Thank you all! Eric I'll tell you I've been at it a little over a year and I have thrown a few fits .The long blades are the ones that get me. I'll get almost done and try an tweak it and "Snap" it just became a bird point . Part of the fun is making the tools to do it with to. I use antler some of the time .But most of the time I use copper boppers and flakers I've made. I'm still in need of glass .The flat panels and bottoms  from old bottle work great because they tend to be thicker than modern bottle. I don't get to dig like I use to after moving down here to FL so I don't have a supply like I use to.  Again thank you all.
Bill


----------



## anj2006 (Dec 28, 2015)

Thats really nice work!  I always wondered if there was a place for all the nicer colors of glass ive found.
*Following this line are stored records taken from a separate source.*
/// With a single output given by top-level keys, errors name those keys, not `outputs[0].…`.
fn single_output_names(e: Error, single: bool) -> Error {
    if !single {
        return e;
    }
    let mut msg = e.message().to_string();
    for (native, key) in [
        ("outputs[0].voltage", "output_voltage"),
        ("outputs[0].current", "output_current"),
        ("outputs[0].capacitance", "output_capacitance"),
        ("outputs[0].esr", "output_esr"),
        (
            "outputs[0].ripple_current_rating",
            "output_ripple_current_rating",
        ),
        ("outputs[0].", ""),
    ] {
        msg = msg.replace(native, key);
    }
    Error::new(e.kind(), msg)
}

fn corner_of(d: &ScriptFlyback, name: &str) -> ScriptResult<crate::flyback::OperatingPoint> {
    d.design.corner(name).cloned().ok_or_else(|| {
        let names: Vec<&str> = d.design.corners.iter().map(|c| c.corner.as_str()).collect();
        script_error(Error::unknown(format!(
            "no corner `{name}`{}",
            super::suggest::did_you_mean(name, &names)
        )))
    })
}

pub(crate) fn register(api: &mut Api, state: &Arc<HostState>) {
    let e = &mut *api.engine;
    e.register_type_with_name::<ScriptFlyback>("FlybackDesign");
    e.register_indexer_get(
        |d: &mut ScriptFlyback, name: ImmutableString| -> ScriptResult<Dynamic> {
            match d.summary.get(name.as_str()) {
                Some(v) => Ok(super::convert::value_to_dynamic(v)),
                None => Err(script_error(Error::unknown(format!(
                    "FlybackDesign has no field `{name}`{}",
                    super::suggest::did_you_mean(&name, &d.summary.names())
                )))),
            }
        },
    );
    e.register_fn("to_string", |d: &mut ScriptFlyback| d.summary.to_text());
    e.register_fn("to_debug", |d: &mut ScriptFlyback| d.summary.to_text());

    def!(api, &DESIGN, |m: Map| -> ScriptResult<ScriptFlyback> {
        let spec = lift(spec_from_map(&m))?;
        let single = !m.contains_key("outputs");
        let d = lift(
            flyback_design(&spec)
                .map_err(|e| single_output_names(e, single).context("flyback_design")),
        )?;
        let summary = ScriptRecord::from_record("flyback_design", &d);
        Ok(ScriptFlyback {
            design: Arc::new(d),
            summary,
            spec: Arc::new(spec),
        })
    });
    def!(api, &SUMMARY, |d: ScriptFlyback| d.summary.clone());
    def!(api, &CORNERS, |d: ScriptFlyback| d.design.corner_table());
    def!(api, &CORNER, |d: ScriptFlyback,
                        name: ImmutableString|
     -> ScriptResult<ScriptRecord> {
        Ok(ScriptRecord::from_record(
            "operating_point",
            &corner_of(&d, &name)?,
        ))
    });
    def!(api, &LOSSES, |d: ScriptFlyback,
                        name: ImmutableString|
     -> ScriptResult<Table> {
        Ok(corner_of(&d, &name)?.losses.table())
    });
    def!(api, &OVERLOAD, |d: ScriptFlyback| d.design.overload_table());
    def!(api, &DEFAULTS, |d: ScriptFlyback| d.design.defaults_table());
    def!(api, &SHORT, |d: ScriptFlyback| d
        .design
        .short_circuit_table());
    def!(api, &JUNCTIONS, |d: ScriptFlyback| d
        .design
        .junction_table());
    def!(api, &CHECKS, move |d: ScriptFlyback| {
        checks_to_array(d.design.checks.clone())
    });
    let st = state.clone();
    def!(
        api,
        &REPORT,
        move |d: ScriptFlyback, title: ImmutableString| {
            st.verdict_text(
                design_report_markdown(&d.design, &title),
                super::api_rules::failed_count(&d.design.checks),
            )
        }
    );
    def!(
        api,
        &BOUNDARY,
        |v: Dynamic, p: Dynamic, vr: Dynamic, f: Dynamic| -> ScriptResult<crate::units::Quantity> {
            let l: Inductance = lift((|| {
                boundary_inductance(
                    dynamic_to_typed(&v, "input_voltage")?,
                    dynamic_to_typed(&p, "input_power")?,
                    dynamic_to_typed(&vr, "reflected_voltage")?,
                    dynamic_to_typed(&f, "switching_frequency")?,
                )
            })())?;
            Ok(crate::units::Quantity::from_typed(l))
        }
    );
    def!(api, &POST, |l: Dynamic,
                      c: Dynamic,
                      f: Dynamic|
     -> ScriptResult<ScriptRecord> {
        let p = lift((|| {
            let f: Frequency = dynamic_to_typed(&f, "switching_frequency")?;
            post_filter(
                dynamic_to_typed(&l, "inductance")?,
                dynamic_to_typed(&c, "capacitance")?,
                f,
            )
        })())?;
        Ok(ScriptRecord::new(
            "post_filter",
            vec![
                Field::quantity("corner_frequency", p.corner_frequency),
                Field::new("attenuation", p.attenuation),
                Field::new("gain", p.gain),
            ],
        ))
    });
}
I put some in the wives concrete patio steps a few years back. ( she hated it)   .. oh well, i tried.


----------



## peejrey (Dec 28, 2015)

I've never considered it but that is nice Bill!


----------



## 2find4me (Dec 29, 2015)

Whoa those are cool!


----------



## upnorth (Mar 9, 2016)

Pretty cool. What spooked my last year was when I started metal detecting in the water. The amount of glass that came up incidentally made me think twice about wading barefoot.


----------



## bottlediggingcop (Mar 11, 2016)

Neat!  I have some people who use the broken glass to make ornaments, rings, pendants, and some even melt the glass to mold new glass items.


----------



## LC (Mar 23, 2016)

Years ago I had a friend that made knives . Was out visiting one day and he came out with a display box with eight glass spears of different colors , six or seven inches in length . As with yours they looked like a real relic only glass . Would love to see how you chip them out . Never thought to do a search on Google , might be someone on there with a video . I have been making wood knives lately , I know I have messed up at least seven or eight blades . As you say , just work it a little bit more , and at the last stroke you mess it up .


----------